Task to complete: Reproduce the entries below, please. Keep every character the same.

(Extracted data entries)
*** Begin section ***
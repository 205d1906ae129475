#include "solve/already.h"

#include <math.h>
#include <stdio.h>
#include <string.h>

#include "base/angle.h"
#include "sheet/units.h"
#include "solve/forecast.h"

/* Upper end of the 95 % range of the next reading as found, SI peak; NaN: no reading tells. */
static double upper_end(const struct model *m, const struct model_row *row)
{
    double complex sum = 0;
    double cov[3] = {0}, n = 0;
    for (size_t i = 0; i < row->count; i++) {
        if (!job_run_is_bare(m->job, row->runs[i]))
            continue;
        n++;
        sum += row->y[i];
        for (int k = 0; k < 3; k++)
            cov[k] += row->total[i][k];
    }
    if (!(n > 0))
        return NAN;
    for (int k = 0; k < 3; k++) /* of the mean, and of one more reading */
        cov[k] *= (1 / n + 1) / n;
    return forecast_quantile(sum / n, cov, m->dof, 0.975);
}

bool already_meets(const struct model *m)
{
    bool targets = false;
    if (m->job->aim.mounted >= 0)
        return false;
    for (size_t r = 0; r < m->row_count; r++) {
        const struct model_row *row = &m->rows[r];
        if (!row->in_aim || isnan(row->target))
            continue;
        targets = true;
        if (!(upper_end(m, row) <= row->target))
            return false;
    }
    return targets;
}

void already_step(const struct model *m, struct advice_next *next)
{
    *next = (struct advice_next){.step = "done"};
    snprintf(next->text, sizeof next->text,
             "as found meets the aim already: nothing needs to be fitted%s",
             model_is_bare(m) ? "" : "; take off what was mounted since");
}

/* The overall vibration of a row as found over its target, as peaks of a sine of that rms; NaN: not
 * known. */
static double overall_share(const struct model *m, const struct model_row *row)
{
    const struct job_sensor *s = &m->job->sensors[row->sensor];
    double sum = 0, n = 0, w = row->speed_rpm * PI / 30;
    for (size_t i = 0; i < row->count; i++)
        if (job_run_is_bare(m->job, row->runs[i]) && !isnan(row->overall[i])) {
            sum += row->overall[i] * row->overall[i];
            n++;
        }
    double target = cabs(units_convert(row->target, s->quantity, row->overall_quantity, w));
    return n > 0 ? sqrt(2 * sum / n) / target : NAN;
}

static double two_x_of(const struct model *m, size_t sensor, const struct remedy_cause *causes,
                       size_t count)
{
    double most = 0;
    for (size_t i = 0; i < count; i++)
        if (causes[i].sensor == (int)sensor && causes[i].run >= 0 &&
            !strcmp(causes[i].check, "two-x") && job_run_is_bare(m->job, (size_t)causes[i].run))
            most = fmax(most, causes[i].value);
    return most;
}

bool already_elsewhere(const struct model *m, const struct model_row *row,
                       const struct remedy_cause *causes, size_t count, struct advice_finding *f)
{
    double share = row->in_aim && !isnan(row->target) ? overall_share(m, row) : NAN;
    if (!(share >= ALREADY_ABOVE))
        return false;
    double two = two_x_of(m, row->sensor, causes, count);
    const char *sensor = m->job->sensors[row->sensor].name;
    *f = (struct advice_finding){.check = "overall-level",
                                 .unit = "%",
                                 .basis = "common practice",
                                 .verdict = ADVICE_CAUTION,
                                 .run = -1,
                                 .sensor = (int)row->sensor,
                                 .value = 100 * share,
                                 .limit = 100 * ALREADY_ABOVE};
    if (two >= REMEDY_SHAFT_PCT)
        snprintf(f->text, sizeof f->text,
                 "1x meets the target at '%s', but the overall vibration is %s times it, and 2x %s "
                 "times 1x: the tacho may count another shaft, of half the speed",
                 sensor, judge_figure(share, 2).text, judge_figure(two / 100, 2).text);
    else
        snprintf(
            f->text, sizeof f->text,
            "1x meets the target at '%s', but the overall vibration is %s times it: see whether "
            "the tacho counts this shaft; else look for what is not 1x, which no weight lowers",
            sensor, judge_figure(share, 2).text);
    return true;
}

void already_doubt(const struct advice_finding *f, struct advice_next *next)
{
    const char *from = strstr(f->text, "but ");
    size_t length = strlen(next->text);
    if (!from || strstr(next->text, "; but "))
        return;
    snprintf(next->text + length, sizeof next->text - length, "; %s", from);
}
*** End section ***
Answer space:
repository 205d1906ae129475
#include "solve/already.h"

#include <math.h>
#include <stdio.h>
#include <string.h>

#include "base/angle.h"
#include "sheet/units.h"
#include "solve/forecast.h"

/* Upper end of the 95 % range of the next reading as found, SI peak; NaN: no reading tells. */
static double upper_end(const struct model *m, const struct model_row *row)
{
    double complex sum = 0;
    double cov[3] = {0}, n = 0;
    for (size_t i = 0; i < row->count; i++) {
        if (!job_run_is_bare(m->job, row->runs[i]))
            continue;
        n++;
        sum += row->y[i];
        for (int k = 0; k < 3; k++)
            cov[k] += row->total[i][k];
    }
    if (!(n > 0))
        return NAN;
    for (int k = 0; k < 3; k++) /* of the mean, and of one more reading */
        cov[k] *= (1 / n + 1) / n;
    return forecast_quantile(sum / n, cov, m->dof, 0.975);
}

bool already_meets(const struct model *m)
{
    bool targets = false;
    if (m->job->aim.mounted >= 0)
        return false;
    for (size_t r = 0; r < m->row_count; r++) {
        const struct model_row *row = &m->rows[r];
        if (!row->in_aim || isnan(row->target))
            continue;
        targets = true;
        if (!(upper_end(m, row) <= row->target))
            return false;
    }
    return targets;
}

void already_step(const struct model *m, struct advice_next *next)
{
    *next = (struct advice_next){.step = "done"};
    snprintf(next->text, sizeof next->text,
             "as found meets the aim already: nothing needs to be fitted%s",
             model_is_bare(m) ? "" : "; take off what was mounted since");
}

/* The overall vibration of a row as found over its target, as peaks of a sine of that rms; NaN: not
 * known. */
static double overall_share(const struct model *m, const struct model_row *row)
{
    const struct job_sensor *s = &m->job->sensors[row->sensor];
    double sum = 0, n = 0, w = row->speed_rpm * PI / 30;
    for (size_t i = 0; i < row->count; i++)
        if (job_run_is_bare(m->job, row->runs[i]) && !isnan(row->overall[i])) {
            sum += row->overall[i] * row->overall[i];
            n++;
        }
    double target = cabs(units_convert(row->target, s->quantity, row->overall_quantity, w));
    return n > 0 ? sqrt(2 * sum / n) / target : NAN;
}

static double two_x_of(const struct model *m, size_t sensor, const struct remedy_cause *causes,
                       size_t count)
{
    double most = 0;
    for (size_t i = 0; i < count; i++)
        if (causes[i].sensor == (int)sensor && causes[i].run >= 0 &&
            !strcmp(causes[i].check, "two-x") && job_run_is_bare(m->job, (size_t)causes[i].run))
            most = fmax(most, causes[i].value);
    return most;
}

bool already_elsewhere(const struct model *m, const struct model_row *row,
                       const struct remedy_cause *causes, size_t count, struct advice_finding *f)
{
    double share = row->in_aim && !isnan(row->target) ? overall_share(m, row) : NAN;
    if (!(share >= ALREADY_ABOVE))
        return false;
    double two = two_x_of(m, row->sensor, causes, count);
    const char *sensor = m->job->sensors[row->sensor].name;
    *f = (struct advice_finding){.check = "overall-level",
                                 .unit = "%",
                                 .basis = "common practice",
                                 .verdict = ADVICE_CAUTION,
                                 .run = -1,
                                 .sensor = (int)row->sensor,
                                 .value = 100 * share,
                                 .limit = 100 * ALREADY_ABOVE};
    if (two >= REMEDY_SHAFT_PCT)
        snprintf(f->text, sizeof f->text,
                 "1x meets the target at '%s', but the overall vibration is %s times it, and 2x %s "
                 "times 1x: the tacho may count another shaft, of half the speed",
                 sensor, judge_figure(share, 2).text, judge_figure(two / 100, 2).text);
    else
        snprintf(
            f->text, sizeof f->text,
            "1x meets the target at '%s', but the overall vibration is %s times it: see whether "
            "the tacho counts this shaft; else look for what is not 1x, which no weight lowers",
            sensor, judge_figure(share, 2).text);
    return true;
}

void already_doubt(const struct advice_finding *f, struct advice_next *next)
{
    const char *from = strstr(f->text, "but ");
    size_t length = strlen(next->text);
    if (!from || strstr(next->text, "; but "))
        return;
    snprintf(next->text + length, sizeof next->text - length, "; %s", from);
}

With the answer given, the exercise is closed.